» **WORK TO BE COMPLETED**:
Copy the lines below that contain "setProjectInfo".

# # # #

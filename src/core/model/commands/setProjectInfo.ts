import { emptyProjectDoc, type ProjectDoc } from '../projectDoc';

/** Longest title or author kept, in characters (the file schema allows 500; a title block holds far less). */
export const PROJECT_INFO_MAX_LENGTH = 200;

/** The fields the user edits; a field left out keeps its value. */
export interface ProjectInfo { title?: string; author?: string }

function clean(text: string): string {
  // One line of text: line breaks and other control characters become spaces, runs of spaces one.
  // eslint-disable-next-line no-control-regex
  const oneLine = text.replace(/[\u0000-\u001f\u007f\u2028\u2029]+/g, ' ').replace(/\s+/g, ' ').trim();
  return Array.from(oneLine).slice(0, PROJECT_INFO_MAX_LENGTH).join('').trim();
}

/** Returns the document with its title and author set (one line, trimmed, capped at PROJECT_INFO_MAX_LENGTH characters; an empty title becomes the default title); unchanged when nothing differs. */
export function setProjectInfo(doc: ProjectDoc, info: ProjectInfo): ProjectDoc {
  const title = info.title === undefined ? doc.title : clean(info.title) || emptyProjectDoc().title;
  const author = info.author === undefined ? doc.author : clean(info.author);
  if (title === doc.title && author === doc.author) return doc;
  return { ...doc, title, author };
}
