import type { FittedCalibration } from '../../calibration/fitCalibration';
import { imageToSection } from '../../calibration/mapPoints';
import type { ImagePx } from '../projectDoc';

/** Returns a scenario's pins as section x (left < right) in the given frame, or null when not placed or coincident. */
export function pinXs(pinsPx: [ImagePx, ImagePx] | null | undefined, frame: FittedCalibration): [number, number] | null {
  if (!pinsPx) return null;
  const a = imageToSection(frame, pinsPx[0])[0];
  const b = imageToSection(frame, pinsPx[1])[0];
  if (!(Math.abs(a - b) > 0)) return null;
  return [Math.min(a, b), Math.max(a, b)];
}
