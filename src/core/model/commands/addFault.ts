import { faultColour } from '../horizonPalette';
import type { DocFault, ImagePx, ProjectDoc } from '../projectDoc';

/** Returns the next free fault id ("fault-1", "fault-2", …), from the highest numbered id in the document. */
export function nextFaultId(doc: ProjectDoc): string {
  let max = 0;
  for (const f of doc.faults) {
    const m = /^fault-(\d+)$/.exec(f.id);
    if (m) max = Math.max(max, Number(m[1]));
  }
  return `fault-${max + 1}`;
}

/** True when a fault other than `faultId` is called `name` (trimmed). */
export function faultNameTaken(doc: ProjectDoc, faultId: string, name: string): boolean {
  const n = name.trim();
  return doc.faults.some((f) => f.id !== faultId && f.name === n);
}

/** Returns `name` (trimmed) or, when blank, "Fault 1", "Fault 2", …; with " (2)", " (3)" … when another fault has it. */
export function freeFaultName(doc: ProjectDoc, faultId: string, name = ''): string {
  let base = name.trim();
  if (base === '') {
    let k = doc.faults.length + 1;
    while (faultNameTaken(doc, faultId, `Fault ${k}`)) k++;
    return `Fault ${k}`;
  }
  if (!faultNameTaken(doc, faultId, base)) return base;
  let k = 2;
  while (faultNameTaken(doc, faultId, `${base} (${k})`)) k++;
  base = `${base} (${k})`;
  return base;
}

/**
 * Returns the document with a new fault at the end of the list (image-pixel vertices); unchanged if the id
 * exists. Defaults: id nextFaultId, a free name ("Fault n"), the next fault colour (faultColour), visible, unlocked.
 */
export function addFault(doc: ProjectDoc, fault: { pointsPx: ImagePx[] } & Partial<Omit<DocFault, 'pointsPx'>>): ProjectDoc {
  const id = fault.id ?? nextFaultId(doc);
  if (doc.faults.some((f) => f.id === id)) return doc;
  const f: DocFault = {
    id,
    name: freeFaultName(doc, id, fault.name),
    colour: fault.colour ?? faultColour(doc.faults.length),
    visible: fault.visible ?? true,
    locked: fault.locked ?? false,
    pointsPx: fault.pointsPx.map(([u, v]) => [u, v]),
  };
  return { ...doc, faults: [...doc.faults, f] };
}
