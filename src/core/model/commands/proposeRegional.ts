import { imageToSection, sectionToImage } from '../../calibration/mapPoints';
import { activeScenario } from '../docToSection';
import type { ProjectDoc } from '../projectDoc';
import { pinXs } from './pinXs';
import { sectionFrame } from './sectionFrame';
import { setRegional } from './setRegional';
import { theilSenLine } from '../../stats/theilSenLine';

/** Share of the pin width on each side of a pin whose vertices give the horizon's level there (our choice). */
export const PROPOSE_WINDOW = 0.15;

/**
 * Returns the document with a straight regional proposed for the horizon: at each pin, the level of a Theil–Sen
 * line through the horizon's vertices within ±15% of the pin width of that pin (beds are back at regional near
 * the pins, docs/method.md §Pins, regional and excess area; the robust line is unbiased under symmetric click
 * jitter, where the lowest vertex is always low), the regional through both levels, extended 5% beyond each
 * pin so it crosses both; unchanged without pins or without vertices near both pins.
 */
export function proposeRegional(doc: ProjectDoc, horizonId: string, scenarioId?: string): ProjectDoc {
  const h = doc.horizons.find((k) => k.id === horizonId);
  const frame = sectionFrame(doc);
  const pins = pinXs(activeScenario(doc, scenarioId).pinsPx, frame);
  if (!h || !pins) return doc;
  const w0 = pins[1] - pins[0];
  const pts = h.pointsPx.map((p) => imageToSection(frame, p));
  const levels = pins.map((x): [number, number] | null => {
    const xs: number[] = [], zs: number[] = [];
    for (const q of pts) if (Math.abs(q[0] - x) <= PROPOSE_WINDOW * w0) { xs.push(q[0]); zs.push(q[1]); }
    const line = theilSenLine(xs, zs);
    return line ? [x, line.intercept + line.slope * x] : null;
  });
  const [a, b] = levels;
  if (!a || !b) return doc;
  const slope = (b[1] - a[1]) / (b[0] - a[0]);
  const x0 = pins[0] - 0.05 * w0;
  const x1 = pins[1] + 0.05 * w0;
  const ends: [number, number][] = [[x0, a[1] + slope * (x0 - a[0])], [x1, a[1] + slope * (x1 - a[0])]];
  return setRegional(doc, horizonId, ends.map((q) => sectionToImage(frame, q)), scenarioId);
}
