import type { ProjectDoc } from '../projectDoc';

/** Returns the document with scenario `id` active; unchanged for an unknown id or the one already active. */
export function scenarioSwitch(doc: ProjectDoc, id: string): ProjectDoc {
  if (doc.activeScenarioId === id || !doc.scenarios.some((s) => s.id === id)) return doc;
  return { ...doc, activeScenarioId: id };
}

# # # #

» **REPLY TO THE EXERCISE**:
filename src/core/model/commands/setProjectInfo.ts
export function setProjectInfo(doc: ProjectDoc, info: ProjectInfo): ProjectDoc {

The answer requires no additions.